Not all items need to be done depending on the issue and the pull request.

Code changes:

The changes are backwards compatibility with previous versions
If it fixes a bug then PRs are created to backport the fix to the last two minor versions. You can trigger a backport by assigning labels (e.g. backport stable/0.25) to the PR, in case that fails you need to create backports manually.

Testing:

There are unit/integration tests that verify all acceptance criterias of the issue
New tests are written to ensure backwards compatibility with further versions
The behavior is tested manually
The change has been verified by a QA run
The impact of the changes is verified by a benchmark

Documentation:

The documentation is updated (e.g. BPMN reference, configuration, examples, get-started guides, etc.)
New content is added to the release announcement

npepinpe · 2021-12-28T14:15:30Z

To review: the test is I think not very future proof and needs to be improved. It works now and shows that the fix is correct, but it may not be correct in the future and will become useless.

npepinpe · 2022-02-04T18:04:28Z

engine/src/main/java/io/camunda/zeebe/engine/processing/job/JobBatchCollector.java

+    final var jobCopyBuffer = new ExpandableArrayBuffer();
+    final var unwritableJob = new MutableReference<LargeJob>();
+
+    jobState.forEachActivatableJobs(


💭 This lambda is way too big imo. In fact, this method in general has a lot of state, and I think it would be good to decompose it.

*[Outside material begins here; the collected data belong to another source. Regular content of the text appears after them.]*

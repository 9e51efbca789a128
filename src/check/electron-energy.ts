import type { ElectronBeamModel } from '../model/index.js';
import { electronIsodoseDepthCm, electronPddPercent } from '../physics/index.js';

/**
 * The electron beam's energy as its depth dose tells it: the mean energy at the surface
 * E0 ≈ 2.33 MeV/cm × R50 (the usual broad-beam relation, from memory; for fields of 10 × 10 cm and
 * more at SSD 100) beside the nominal energy. A PDD table typed from another energy, or with a
 * depth column in the wrong unit, stands far off.
 */
export const E0_PER_R50_MEV_PER_CM = 2.33;
/** Nominal and mean surface energies differ by some percent on real machines: beyond this, a look (common practice, no source). */
export const ELECTRON_ENERGY_TOLERANCE_PERCENT = 15;

/** The practical range in cm is about half the energy in MeV (the usual rule of thumb, from memory): beyond this, a look. */
export const RP_PER_MEV_CM = 0.5;
export const PRACTICAL_RANGE_TOLERANCE_PERCENT = 20;

export interface ElectronEnergyComparison {
  readonly beamId: string;
  readonly notCompared?: string;
  readonly r50Cm?: number;
  readonly e0MeV?: number;
  readonly differencePercent?: number;
  /** The practical range: where the tangent through R50 (slope from R80 to R20) meets the PDD's tail. */
  readonly rpCm?: number;
  /** 100 · (Rp − E/2)/(E/2), E the nominal energy. */
  readonly rpDifferencePercent?: number;
}

export function compareElectronEnergy(beam: ElectronBeamModel): ElectronEnergyComparison {
  const side = Math.max(...beam.pdd.columns!.values);
  if (side < 10) return { beamId: beam.id, notCompared: `its PDD table has no field of 10 cm or more (the relation holds for broad beams)` };
  const r50Cm = electronIsodoseDepthCm(beam, { kind: 'equivalent-square', sideCm: 10, method: 'a 10 cm square' }, 50);
  if (r50Cm === undefined) return { beamId: beam.id, notCompared: 'its PDD table does not fall to 50 % for a 10 cm field' };
  const e0MeV = E0_PER_R50_MEV_PER_CM * r50Cm;
  const rpCm = practicalRangeCm(beam, r50Cm);
  const expectedRp = RP_PER_MEV_CM * beam.nominalEnergyMeV;
  return {
    beamId: beam.id,
    r50Cm,
    e0MeV,
    differencePercent: (100 * (e0MeV - beam.nominalEnergyMeV)) / beam.nominalEnergyMeV,
    ...(rpCm !== undefined ? { rpCm, rpDifferencePercent: (100 * (rpCm - expectedRp)) / expectedRp } : {}),
  };
}

/**
 * The practical range of the 10 cm field: the tangent to the fall-off through R50 (its slope from
 * R80 to R20) extended to the bremsstrahlung tail (the PDD at the table's deepest row).
 */
function practicalRangeCm(beam: ElectronBeamModel, r50Cm: number): number | undefined {
  const field = { kind: 'equivalent-square' as const, sideCm: 10, method: 'a 10 cm square' };
  const r80 = electronIsodoseDepthCm(beam, field, 80);
  const r20 = electronIsodoseDepthCm(beam, field, 20);
  if (r80 === undefined || r20 === undefined || !(r20 > r80)) return undefined;
  const slopePercentPerCm = 60 / (r20 - r80);
  const deepest = beam.pdd.rows.values[beam.pdd.rows.values.length - 1]!;
  const tail = electronPddPercent(beam, field, deepest, []);
  if (!(tail < 20)) return undefined;
  return r50Cm + (50 - tail) / slopePercentPerCm;
}
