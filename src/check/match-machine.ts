import type { MachineModel, Plan, Result } from '../model/index.js';

/**
 * The beam data for a plan's Treatment Machine Name: the machine's name or one of its aliases,
 * after the user's `--machine-alias PLANNAME=DATANAME`. Never another machine's data.
 */
export function matchMachine(planMachineName: string | undefined, machine: MachineModel, aliases: ReadonlyMap<string, string>): Result<string> {
  if (!planMachineName) {
    return {
      ok: false,
      issues: [
        {
          severity: 'error',
          code: 'missing-attribute',
          message: 'the beam has no Treatment Machine Name, so its beam data cannot be chosen',
          expected: machine.aliases.join(', '),
        },
      ],
    };
  }
  const mapped = aliases.get(planMachineName);
  const name = mapped ?? planMachineName;
  if (machine.aliases.includes(name)) {
    return {
      ok: true,
      value: mapped ? `--machine-alias ${planMachineName}=${mapped}` : name === machine.name ? 'same name' : `alias ${name} in the beam data`,
    };
  }
  return {
    ok: false,
    issues: [
      {
        severity: 'error',
        code: 'missing-table',
        message:
          `no beam data for machine "${planMachineName}"${mapped ? ` (mapped to "${mapped}")` : ''}; ` +
          // Advice both front doors can follow: the service has no command line, only the beam data's aliases.
          `if it is the machine of beam data ${machine.name}, add "${planMachineName}" to the aliases in its manifest ` +
          `(for one check on the command line: --machine-alias ${planMachineName}=${machine.name})`,
        expected: machine.aliases.join(', '),
        found: name,
      },
    ],
  };
}

/**
 * Of several machines' beam data, the one the plan's Treatment Machine Name names (the first beam
 * that gives one), by the same rule as `matchMachine`; else the first, whose mismatch the check of
 * each beam then reports. The one place a plan's machine is chosen.
 */
export function chooseMachine<T>(
  plan: Plan,
  candidates: readonly [T, ...T[]],
  modelOf: (c: T) => MachineModel,
  aliases: ReadonlyMap<string, string>,
): T {
  const name = plan.beams.find((b) => b.machineName)?.machineName;
  return candidates.find((c) => matchMachine(name, modelOf(c), aliases).ok) ?? candidates[0];
}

npepinpe · 2022-02-15T21:00:25Z

dispatcher/src/test/java/io/camunda/zeebe/dispatcher/DispatcherTest.java

@@ -133,6 +133,34 @@ public void shouldNotClaimBeyondPublisherLimit() {
    verify(logBufferPartition0).getTailCounterVolatile();
  }

+  @Test
+  public void canClaimFragmentBatch() {


💭 I really dislike these tests, so I hope I can discuss with the reviewer a better approach.

npepinpe · 2022-02-15T21:01:22Z

engine/src/main/java/io/camunda/zeebe/engine/processing/incident/IncidentRecordWrapper.java

@@ -105,7 +105,7 @@ public long getRequestId() {
  }

  @Override
-  public long getLength() {
+  public int getLength() {


I switched these things from long to int mostly because we add a bunch of unnecessary casts everywhere. I'm not sure why we ever went with longs - did we expect ByteBuffer to eventually support more than 2GB? Do we want to write buffers > 2GB?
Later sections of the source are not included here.